La BBC ha raccontato l’orribile storia di come le donne vengono sistematicamente violentate nella temuta trasformazione dello Xinjiang attraverso i campi di istruzione. La storia non parlava di abusi occasionali da parte di guardie disoneste. Le donne coraggiose che hanno testimoniato hanno denunciato una “cultura dello stupro” pervasiva, in cui l’abuso sessuale è uno strumento per rompere l’identità musulmana e il rispetto di sé delle detenute. Questo va così lontano che allo stupro da parte delle guardie carcerarie si aggiungono visite notturne di uomini cinesi mascherati, a cui le prigioniere vengono “affittate” per ulteriori abusi.
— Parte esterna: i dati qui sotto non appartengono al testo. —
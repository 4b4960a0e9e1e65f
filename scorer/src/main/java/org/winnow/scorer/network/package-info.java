/**
 * The embedding network: a permutation-invariant message-passing network over the bipartite graph of a
 * configuration matrix ({@link org.winnow.scorer.network.Architecture} gives its shape and parameter
 * layout), its exact input features and the anchor coordinate, their normalisation, the training-time
 * network with gradients and the allocation-free inference network the scorer runs, with their scratch
 * buffers.
 */
package org.winnow.scorer.network;
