/**
 * Renders a {@link ScanResult} as one HTML page that needs nothing else: styles and the table sorter
 * are inline and every picture is a data URI, so the file can be mailed and opened offline.
 */
final class ReportHtml {
    /** The section ids, in page order; tests and readers find sections by them. */
    static final List<String> SECTIONS =
            List.of("summary", "funnel", "map", "novelty", "clusters", "confidence", "survivors");

    static final String STYLE = "body{font-family:sans-serif;max-width:1000px;margin:2em auto;color:#222}"
            + "table{border-collapse:collapse}td,th{border:1px solid #ccc;padding:2px 6px;font-size:13px}"
            + "th{background:#eee;cursor:pointer}td.num{text-align:right}img{max-width:100%}"
            + "code{font-size:12px}.warning{color:#a00}.needs-model{color:#666;font-style:italic}";

    // Sorts by the clicked column; numeric when both cells parse as numbers, text otherwise.
    static final String SORTER = "document.querySelectorAll('table.sortable').forEach(function(t){"
            + "t.querySelectorAll('th').forEach(function(th,col){th.addEventListener('click',function(){"
            + "var body=t.tBodies[0];var rows=Array.prototype.slice.call(body.rows);"
            + "var dir=th.dataset.dir==='asc'?-1:1;th.dataset.dir=dir===1?'asc':'desc';"
            + "rows.sort(function(a,b){var x=a.cells[col].textContent,y=b.cells[col].textContent;"
            + "var nx=parseFloat(x),ny=parseFloat(y);"
            + "if(!isNaN(nx)&&!isNaN(ny)){return dir*(nx-ny);}return dir*x.localeCompare(y);});"
            + "rows.forEach(function(r){body.appendChild(r);});});});});";

    private ReportHtml() {}

    /**
     * The page; {@code view} (null without a model) fills the map and the clusters, {@code top} caps the
     * survivors table (the most novel first).
     */
    static String render(ScanResult scan, ModelView view, String title, int top) throws IOException {
        Manifest m = scan.manifest();
        StringBuilder h = new StringBuilder(1 << 16);
        h.append("<!DOCTYPE html>\n<html lang=\"en\"><head><meta charset=\"utf-8\"><title>")
                .append(esc(title)).append("</title><style>").append(STYLE).append("</style></head><body>\n");
        h.append("<h1>").append(esc(title)).append("</h1>\n");
        summary(h, m);
        section(h, "funnel", "Rejection funnel");
        h.append("<p>Every scored candidate has exactly one reason.</p>\n");
        image(h, ReportCharts.funnel(m.counts().rejectedByReason(), m.counts().keptByReason()), "candidates by reason");
        h.append("</section>\n");
        double[] novelty = scan.survivors().stream().mapToDouble(SurvivorLine::novelty).toArray();
        double[] confidence = scan.survivors().stream().mapToDouble(SurvivorLine::confidence).toArray();
        map(h, view, m);
        histogramSection(h, "novelty", "Novelty of the survivors", novelty, "novelty");
        clusters(h, view, m);
        histogramSection(h, "confidence", "Confidence of the h11 predictions", confidence, "h11 confidence");
        bases(h, scan.survivors());
        survivors(h, scan.survivors(), top);
        h.append("<script>").append(SORTER).append("</script>\n</body></html>\n");
        return h.toString();
    }

    private static void summary(StringBuilder h, Manifest m) {
        section(h, "summary", "Run summary");
        Manifest.Counts c = m.counts();
        h.append("<table>\n");
        row(h, "run id", m.runId());
        row(h, "complete", m.complete() ? "yes" : "no (the scan has not finished; counts so far)");
        row(h, "input", m.source());
        row(h, "rules", String.join("; ", m.rules()));
        row(h, "model checksum", m.modelChecksum());
        row(h, "enumerated", Long.toString(c.enumerated()));
        row(h, "duplicates", Long.toString(c.duplicates()));
        row(h, "candidates", Long.toString(c.candidates()));
        row(h, "bad input lines", Long.toString(c.badInput()));
        row(h, "scored", Long.toString(c.scored()));
        row(h, "rejected", Long.toString(c.rejected()) + " (" + percent(c.rejected(), c.scored()) + ")");
        row(h, "kept", Long.toString(c.kept()) + " (" + percent(c.kept(), c.scored()) + ")");
        for (Map.Entry<String, Long> e : c.rejectedByReason().entrySet()) {
            row(h, "rejected: " + e.getKey(), Long.toString(e.getValue()));
        }
        for (Map.Entry<String, Long> e : c.keptByReason().entrySet()) {
            row(h, "kept: " + e.getKey(), Long.toString(e.getValue()));
        }
        Manifest.Timings t = m.timings();
        if (t != null) {
            row(h, "started", String.valueOf(t.startedAt()));
            row(h, "updated", String.valueOf(t.updatedAt()));
            row(h, "elapsed", String.format(Locale.ROOT, "%.2f s over %d session(s)", t.elapsedSeconds(), t.sessions()));
            row(h, "rate", String.format(Locale.ROOT, "%.1f candidates/s (last session)", t.candidatesPerSecond()));
        }
        h.append("</table>\n</section>\n");
    }

    private static void map(StringBuilder h, ModelView v, Manifest m) throws IOException {
        section(h, "map", "Embedding map");
        if (v == null) {
            needsModel(h, m);
        } else {
            modelNote(h, v, m);
            Projection p = v.projection();
            h.append(String.format(Locale.ROOT, "<p>The model's %d reference examples (coloured by their true h11) and "
                    + "%s survivors (coloured by their predicted h11), projected on the reference's two principal axes "
                    + "(variance %.4g and %.4g). Novel survivors (novelty at least %s, %s) are triangles, %s (%d of them "
                    + "kept only because they are novel; the others are in range or not confidently out of it); "
                    + "cluster medoids are diamonds labelled as in the clusters section.</p>%n", v.reference().size(),
                    drawn(v.others().size() + v.novel().size(), v.survivorsTotal()), p.variance()[0], p.variance()[1],
                    fmt(v.guard()), v.guardFromRules() ? "the run's guard" : "the default guard; the manifest records none",
                    drawn(v.novel().size(), v.novelTotal()), v.keptAsNovel()));
            image(h, ReportCharts.embeddingMap(v), "embedding map");
        }
        h.append("</section>\n");
    }

    private static void clusters(StringBuilder h, ModelView v, Manifest m) {
        section(h, "clusters", "Clusters of novel survivors");
        if (v == null) {
            needsModel(h, m);
        } else if (v.clusters() == null) {
            h.append("<p>The reference has fewer than two distinct embeddings, so it gives no spacing to derive a "
                    + "cluster radius from; no clusters computed.</p>\n");
        } else {
            NoveltyClusters c = v.clusters();
            h.append(String.format(Locale.ROOT, "<p>DBSCAN on the embeddings of %s novel survivors (novelty at least "
                    + "%s), Euclidean distance. Radius %.4g: the median distance from a reference example to its "
                    + "nearest other reference example. A core point has at least %d others within the radius, so a "
                    + "cluster has at least %d members. %d clusters hold %d novel survivors; %d are isolated.</p>%n",
                    drawn(v.novel().size(), v.novelTotal()), fmt(v.guard()), c.radius(), NoveltyClusters.MIN_NEIGHBOURS,
                    NoveltyClusters.MIN_NEIGHBOURS + 1, c.clusters().size(), c.clustered(), c.noise()));
            if (!c.clusters().isEmpty()) {
                h.append("<p>Each cluster is represented by its medoid, the member with the least summed distance to "
                        + "the others.</p>\n<table class=\"sortable\"><thead><tr><th>cluster</th><th>size</th>"
                        + "<th>medoid</th><th>chi</th><th>h11 (predicted)</th><th>novelty</th>"
                        + "<th>predicted h11 of members</th><th>mean novelty</th><th>nearest reference</th>"
                        + "</tr></thead><tbody>\n");
                int k = 1;
                for (NoveltyClusters.Group g : c.clusters()) {
                    SurvivorLine s = v.novelLines().get(g.medoid());
                    int lo = Integer.MAX_VALUE;
                    int hi = Integer.MIN_VALUE;
                    double sum = 0;
                    for (int i : g.members()) {
                        SurvivorLine x = v.novelLines().get(i);
                        lo = Math.min(lo, x.h11());
                        hi = Math.max(hi, x.h11());
                        sum += x.novelty();
                    }
                    h.append("<tr><td>C").append(k++).append("</td>");
                    num(h, Integer.toString(g.size()));
                    h.append("<td><code>").append(esc(s.config())).append("</code></td>");
                    num(h, Long.toString(s.chi()));
                    num(h, Integer.toString(s.h11()));
                    num(h, String.format(Locale.ROOT, "%.4f", s.novelty()));
                    num(h, lo == hi ? Integer.toString(lo) : lo + ".." + hi);
                    num(h, String.format(Locale.ROOT, "%.4f", sum / g.size()));
                    h.append("<td><code>").append(esc(s.nearestReference().isEmpty() ? SurvivorLine.UNDETERMINED
                            : s.nearestReference())).append("</code></td></tr>\n");
                }
                h.append("</tbody></table>\n");
            }
        }
        h.append("</section>\n");
    }

    private static void needsModel(StringBuilder h, Manifest m) {
        h.append("<p class=\"needs-model\">This section needs the model: run <code>winnow report DIR --model M.wnm "
                + "--out report.html</code> with the run's model (checksum <code>").append(esc(m.modelChecksum()))
                .append("</code>).</p>\n");
    }

    private static void modelNote(StringBuilder h, ModelView v, Manifest m) {
        if (!v.sameModel()) {
            h.append("<p class=\"warning\"><b>Another model.</b> The embeddings come from model <code>")
                    .append(esc(v.model())).append("</code>, but the run was scored with <code>")
                    .append(esc(m.modelChecksum())).append("</code>; predictions and novelty are the run's.</p>\n");
        }
    }

    private static String drawn(int shown, int total) {
        return shown == total ? Integer.toString(total) : shown + " (an even sample) of " + total;
    }

    private static String fmt(double x) {
        return java.math.BigDecimal.valueOf(x).stripTrailingZeros().toPlainString();
    }

    private static void histogramSection(StringBuilder h, String id, String heading, double[] values, String axis)
            throws IOException {
        section(h, id, heading);
        if (values.length == 0) {
            h.append("<p>No survivors, so nothing to show.</p>\n");
        } else {
            h.append(String.format(Locale.ROOT, "<p>%d survivors; median %.3f.</p>%n", values.length, median(values)));
            image(h, ReportCharts.histogram(values, heading, axis), heading);
        }
        h.append("</section>\n");
    }

    /** How each predicted value of the survivors is known: proved, bounded or estimated, counted. */
    static void bases(StringBuilder h, List<SurvivorLine> all) {
        section(h, "bases", "How the survivors' values are known");
        h.append("<p>Proved values are theorems (confidence 1); bounded ones lie in a proved interval; estimated ones"
                + " rest on the model alone, and their confidence stays below 1.</p>\n");
        h.append("<table><thead><tr><th>value</th><th>proved</th><th>bounded</th><th>estimated</th>"
                + "<th>not determined</th></tr></thead><tbody>\n");
        String[] names = {"h11", "h21", "h31", "h22"};
        for (int i = 0; i < names.length; i++) {
            long[] n = new long[4];
            for (SurvivorLine x : all) {
                PredictedValue v = new PredictedValue[] {x.h11Value(), x.h21Value(), x.h31Value(), x.h22Value()}[i];
                n[v == null ? 3 : v.basis().ordinal()]++;
            }
            h.append("<tr><td>").append(names[i]).append("</td>");
            for (long c : n) {
                num(h, Long.toString(c));
            }
            h.append("</tr>\n");
        }
        h.append("</tbody></table>\n</section>\n");
    }

    private static void survivors(StringBuilder h, List<SurvivorLine> all, int top) {
        section(h, "survivors", "Top survivors");
        List<SurvivorLine> shown = all.stream()
                .sorted(Comparator.comparingDouble(SurvivorLine::novelty).reversed()
                        .thenComparing(SurvivorLine::config))
                .limit(top).toList();
        h.append(String.format(Locale.ROOT,
                "<p>The %d most novel of %d survivors; click a column heading to sort.</p>%n", shown.size(), all.size()));
        h.append("<table class=\"sortable\"><thead><tr>");
        for (String col : SurvivorLine.COLUMNS.split("\t")) {
            h.append("<th>").append(esc(col)).append("</th>");
        }
        h.append("</tr></thead><tbody>\n");
        for (SurvivorLine s : shown) {
            h.append("<tr><td><code>").append(esc(s.config())).append("</code></td>");
            num(h, Long.toString(s.chi()));
            for (PredictedValue v : new PredictedValue[] {s.h11Value(), s.h21Value(), s.h31Value(), s.h22Value()}) {
                // Each value with how it is known: proved, bounded LO..HI or estimated, and its confidence.
                num(h, v == null ? SurvivorLine.UNDETERMINED : Long.toString(v.value()));
                h.append("<td>").append(esc(v == null ? SurvivorLine.UNDETERMINED : v.describeBasis())).append("</td>");
                num(h, v == null ? SurvivorLine.UNDETERMINED : String.format(Locale.ROOT, "%.4f", v.confidence()));
            }
            num(h, String.format(Locale.ROOT, "%.4f", s.novelty()));
            h.append("<td>").append(esc(s.keptBecause().code())).append("</td><td><code>")
                    .append(esc(s.nearestReference().isEmpty() ? SurvivorLine.UNDETERMINED : s.nearestReference()))
                    .append("</code></td></tr>\n");
        }
        h.append("</tbody></table>\n</section>\n");
    }

    static void section(StringBuilder h, String id, String heading) {
        h.append("<section id=\"").append(id).append("\"><h2>").append(esc(heading)).append("</h2>\n");
    }

    static void row(StringBuilder h, String name, String value) {
        h.append("<tr><th>").append(esc(name)).append("</th><td>").append(esc(value)).append("</td></tr>\n");
    }

    static void num(StringBuilder h, String value) {
        h.append("<td class=\"num\">").append(esc(value)).append("</td>");
    }

    static void image(StringBuilder h, String dataUri, String alt) {
        h.append("<img alt=\"").append(esc(alt)).append("\" src=\"").append(dataUri).append("\">\n");
    }

    private static String percent(long part, long whole) {
        return whole == 0 ? "-" : String.format(Locale.ROOT, "%.1f%%", 100.0 * part / whole);
    }

    private static double median(double[] values) {
        double[] s = values.clone();
        java.util.Arrays.sort(s);
        int n = s.length;
        return n % 2 == 1 ? s[n / 2] : (s[n / 2 - 1] + s[n / 2]) / 2;
    }

    static String esc(String s) {
        StringBuilder b = new StringBuilder(s.length());
        for (char ch : s.toCharArray()) {
            switch (ch) {
                case '<' -> b.append("&lt;");
                case '>' -> b.append("&gt;");
                case '&' -> b.append("&amp;");
                case '"' -> b.append("&quot;");
                default -> b.append(ch);
            }
        }
        return b.toString();
    }
}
Il ministero degli Esteri cinese si è ridicolizzato sostenendo che le donne che hanno testimoniato erano “attrici” reclutate dalla BBC, mentre in realtà sono apparse tutte con i loro veri nomi, e il loro legame con i campi era stato verificato. Il governo statunitense, britannico e australiano ha citato il rapporto della BBC per condannare le atrocità e gli abusi sulle donne nello Xinjiang . Altri governi, istituzioni internazionali e politici in tutto il mondo hanno fatto lo stesso.
Le orribili scene di stupro e tortura descritte nel rapporto della BBC non si verificano solo nello Xinjiang , né le donne musulmane sono le uniche vittime. Anche le detenute dei movimenti religiosi banditi etichettati xie jiao , come la Chiesa di Dio Onnipotente e il Falun Gong , vengono violentate. Le loro storie sono notevolmente simili a quelle raccontate alla BBC dalle donne uiguri e di etnia kazaka che hanno subito stupri nei campi dello Xinjiang . La stessa combinazione di indottrinamento ossessivo e abuso sessuale viene utilizzata per deprogrammare o “de-convertire” dalle loro credenze le devote della Chiesa di Dio Onnipotente e del Falun Gong in tutta la Cina.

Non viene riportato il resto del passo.